When I'm alert and energized, it's a good time for difficult projects, or projects where I know what I'm trying to do for the most part and can execute at a high level. When I'm tired, it's a good time for play, for expressiveness. For letting the contour lines that separate self from air dissolve, and whatever toxic or perfumed potion's been gurgling away inside recently bubble forth unedited. I'm too tired to edit anyway.
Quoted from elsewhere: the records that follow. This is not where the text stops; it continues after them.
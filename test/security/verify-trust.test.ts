/**
 * Security regressions for `verify` (issue 18 #2, #3, #4): trust comes from a key the user holds, never
 * from the key embedded in the report; reports are read strictly before any digest; text from a report
 * or log is printed without its control characters. Through the real command, spawned as a user runs it.
 */
import { spawnSync } from 'node:child_process';
import { mkdtempSync, readFileSync, statSync, writeFileSync } from 'node:fs';
import { tmpdir } from 'node:os';
import path from 'node:path';
import { beforeAll, describe, expect, it } from 'vitest';
import { sha256File } from '../../app/report/fingerprint.ts';
import { serializeReport } from '../../app/report/json.ts';
import { createSignoff, generateSigningKeys, loadPublicKey, publicKeyBase64 } from '../../app/report/signoff.ts';
import { keyFingerprint } from '../../app/report/trusted-keys.ts';
import { fixtureReport } from '../unit/report/fixture-report.ts';

const BIN = path.resolve('bin/counterweight.mjs');
const dir = mkdtempSync(path.join(tmpdir(), 'cw-verify-'));
const cli = (args: string[]) => {
  const r = spawnSync(process.execPath, [BIN, ...args], { cwd: dir, encoding: 'utf8', env: { ...process.env, NO_COLOR: '1' }, timeout: 60_000 });
  return { code: r.status, stdout: r.stdout, stderr: r.stderr };
};

const okafor = generateSigningKeys();
const mallory = generateSigningKeys();
const spki = (pem: string) => publicKeyBase64(loadPublicKey(pem));
let body: Record<string, unknown>;

beforeAll(async () => {
  writeFileSync(path.join(dir, 'log.csv'), 'decision_id,promotion,propensity,ordered\nd1,bakery,0.5,1\n');
  const base = fixtureReport();
  // As `sign` reads it: the report as its JSON file holds it.
  body = JSON.parse(serializeReport({ ...base, input: { ...base.input, files: [{ path: 'log.csv', bytes: statSync(path.join(dir, 'log.csv')).size, sha256: await sha256File(path.join(dir, 'log.csv')) }] }, signoff: null })) as Record<string, unknown>;
  writeFileSync(path.join(dir, 'okafor.pub'), okafor.publicKeyPem);
  writeFileSync(path.join(dir, 'trusted.txt'), `# reviewers of the Maple Row evaluation\n${spki(okafor.publicKeyPem)} R. Okafor\n`);
  const signed = { ...body, signoff: createSignoff(body, { reviewer: 'R. Okafor', decision: 'reject', privateKeyPem: okafor.privateKeyPem }) };
  writeFileSync(path.join(dir, 'signed.json'), serializeReport(signed as never));
  // The attack: the verdict changed and the report re-signed with another key under the same name.
  const changed = { ...body, verdict: 'supported' };
  writeFileSync(path.join(dir, 'resigned.json'), serializeReport({ ...changed, signoff: createSignoff(changed, { reviewer: 'R. Okafor', decision: 'approve', privateKeyPem: mallory.privateKeyPem }) } as never));
  writeFileSync(path.join(dir, 'digest-only.json'), serializeReport({ ...body, signoff: createSignoff(body, { reviewer: 'R. Okafor', decision: 'approve' }) } as never));
});

describe('verify: who signed', () => {
  it('issue 18 #2: a report re-signed by another key under the same name does not verify without --public-key, and prints the key\'s fingerprint', () => {
    const r = cli(['verify', 'resigned.json']);
    expect(r.code).toBe(2);
    expect(r.stdout).toContain(`signer not authenticated: the signature is by the key embedded in the report (${keyFingerprint(spki(mallory.publicKeyPem))})`);
    expect(r.stdout).not.toMatch(/^Verified\.$/m);
    expect(r.stdout).toMatch(/^Not verified: who signed is not established\.$/m);
  });

  it('issue 18 #2: with a trusted-keys file the re-signed report names an unknown key, and the real one names its signer', () => {
    const forged = cli(['verify', 'resigned.json', '--trusted-keys', 'trusted.txt']);
    expect(forged.code).toBe(2);
    expect(forged.stdout).toContain(`FAIL  signed by an unknown key ${keyFingerprint(spki(mallory.publicKeyPem))}: it is not in trusted.txt (the sign-off claims R. Okafor)`);
    const real = cli(['verify', 'signed.json', '--trusted-keys', 'trusted.txt']);
    expect(real.stdout).toContain(`ok    signed by R. Okafor (${keyFingerprint(spki(okafor.publicKeyPem))}, trusted.txt line 2)`);
    expect(real.stdout).toMatch(/^Verified\.$/m);
    expect(real.code).toBe(0);
  });

  it('issue 18 #2: a trusted key used under another reviewer\'s name is refused', () => {
    const other = { ...body, signoff: createSignoff(body, { reviewer: 'A. Lindqvist', decision: 'approve', privateKeyPem: okafor.privateKeyPem }) };
    writeFileSync(path.join(dir, 'other-name.json'), serializeReport(other as never));
    const r = cli(['verify', 'other-name.json', '--trusted-keys', 'trusted.txt']);
    expect(r.code).toBe(2);
    expect(r.stdout).toContain("signed by R. Okafor's key");
    expect(r.stdout).toContain('but the sign-off names A. Lindqvist');
  });

  it('issue 18 #2: with --public-key of the real signer the original verifies and the re-signed one fails', () => {
    expect(cli(['verify', 'signed.json', '--public-key', 'okafor.pub']).code).toBe(0);
    const r = cli(['verify', 'resigned.json', '--public-key', 'okafor.pub']);
    expect(r.code).toBe(2);
    expect(r.stdout).toContain('signed by another key than --public-key');
  });

  it('issue 18 #2: a digest-only sign-off is a checksum and does not verify', () => {
    const r = cli(['verify', 'digest-only.json']);
    expect(r.code).toBe(2);
    expect(r.stdout).toContain('ok    digest matches the report (a checksum of its contents)');
    expect(r.stdout).toContain('not signed: the sign-off has a digest and no signature, which is a checksum anyone can recompute');
    expect(r.stdout).not.toMatch(/^Verified\.$/m);
  });
});

describe('verify: reports are read strictly before any digest', () => {
  it('issue 18 #3: a second "verdict" inserted at the top of a signed report is refused as a duplicate key', () => {
    const text = readFileSync(path.join(dir, 'signed.json'), 'utf8').replace('{', '{\n  "verdict": "supported",');
    writeFileSync(path.join(dir, 'duplicate.json'), text);
    const r = cli(['verify', 'duplicate.json', '--trusted-keys', 'trusted.txt']);
    expect(r.code).toBe(3);
    expect(r.stderr).toMatch(/duplicate\.json: duplicate key "verdict" in the top-level object; .* at line \d+, column \d+/);
  });

  it('issue 18 #3: 1e400 is refused with the number and where it is, not a message about --public-key', () => {
    const text = readFileSync(path.join(dir, 'signed.json'), 'utf8').replace(/"rows": \d+/, '"rows": 1e400');
    writeFileSync(path.join(dir, 'huge.json'), text);
    const r = cli(['verify', 'huge.json', '--public-key', 'okafor.pub']);
    expect(r.code).toBe(3);
    expect(r.stderr).toMatch(/the number 1e400 in input\.rows is too large for a 64-bit float/);
    expect(r.stderr).not.toContain('--public-key');
  });
});

describe('terminal output carries no control characters from a report', () => {
  it('issue 18 #4: an ESC sequence in a file path or reviewer name is printed escaped', () => {
    const hostile = { ...body, input: { ...(body.input as object), files: [{ path: 'log.csv\u001b[2K\u001b[1A', bytes: 1, sha256: 'ab'.repeat(32) }] } };
    const signed = { ...hostile, signoff: createSignoff(hostile, { reviewer: 'R. Okafor\u001b[2K\u009b1A', decision: 'approve', privateKeyPem: okafor.privateKeyPem }) };
    writeFileSync(path.join(dir, 'hostile.json'), serializeReport(signed as never));
    const r = cli(['verify', 'hostile.json']);
    // eslint-disable-next-line no-control-regex -- matching control characters is the point here
    expect(r.stdout).not.toMatch(/[\u0000-\u0009\u000b-\u001f\u007f-\u009f]/);
    expect(r.stdout).toContain('log.csv\\x1b[2K\\x1b[1A');
    expect(r.stdout).toContain('R. Okafor\\x1b[2K\\x9b1A');
  });
});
An example: Yesterday, I tried to open up a pretty complex arrangement I'm working on. It took me about 30 minutes of slogging through it to realize that I was too tired to make progress on it. One doesn't always have that luxury, but I did. So I tacked. I sought to run downhill by finding projects at the start of their incubation, where improvisation, experimentation, expression, and thoughtless flow would be more valuable than care, precision, and focus. I ended up having one of the most fun afternoons making music I've had in months.
Being tired can suck. (In particular, it can make it very hard to parent, or at least to keep my patience in the face of my kids' relentlessness. The importance of sleep and being well-rested is probably the single biggest lesson I've learned since becoming a parent.)
And yet, it's not always in your control. Sometimes you have to deal with the situation as it is. Sometimes you are tired or low energy. Un-sought-after, unalterable, undeniable. What are you going to do about it?
I should credit this week's email in part to the amazing experimental pop artist Kimbra, who's teaching a course with us on the Art of Life Performance right now. In this week's workshop, she talked about taking things that might be out of your control or burdensome and finding a way to re-frame them. There are so many things out of your control when playing live. Re-phrasing or re-framing them in a way you can work with is a profoundly creative act that will help you be more flexible on the road and on the stage.
Today, I'm trying to live that idea by making tiredness an opportunity, an opportunity to be more free-flowing, more stream-of-conscious, and more intuitive, to rely on my subconscious rather than my intentional self a bit more. As the Beatles memorably said:
"I'm so tired, I'm feeling so upset,
Although I'm so tired, I'll have a cigarette
and curse Sir Walter Raleigh,
He was such a stupid git."
What about you? How do you approach being tired? What are obstacles you're facing right now that you might be able to turn into opportunities? Let me know — would love to hear it!
Yours, sleepily,
Ian
Five Interesting Things This WEek
1. Poetry is an anti-AI elixir. Inject what you're doing with poetry in some way, and no one will mistake it for AI-created content.
2. I find people are too quick to attribute a specific "sound" to a certain plugin, rather than thinking expansively about what a plugin can give you. What if you practice and master your plugins like you did an instrument? What could that give you?
3. The passing of Gene Hackman brought to mind one of my top 5 all time movies, The Royal Tenenbaums, and Gene's character's epitaph: "Died Tragically Rescuing His Family From The Wreckage Of A Destroyed Sinking Battleship." I find it a celebration of beauty, human frailty, & imagination. Also, the soundtrack is fantastic. RIP Gene.
4. Don't forget to look up. When you're working, when you're walking, when you're wasting away... look up.
5. Everyone's been sharing Doechii's Tiny Desk Concert with me, and I understand why. It's energetic, surprising, fun, colorful, and the musicians are tight. Highly recommend.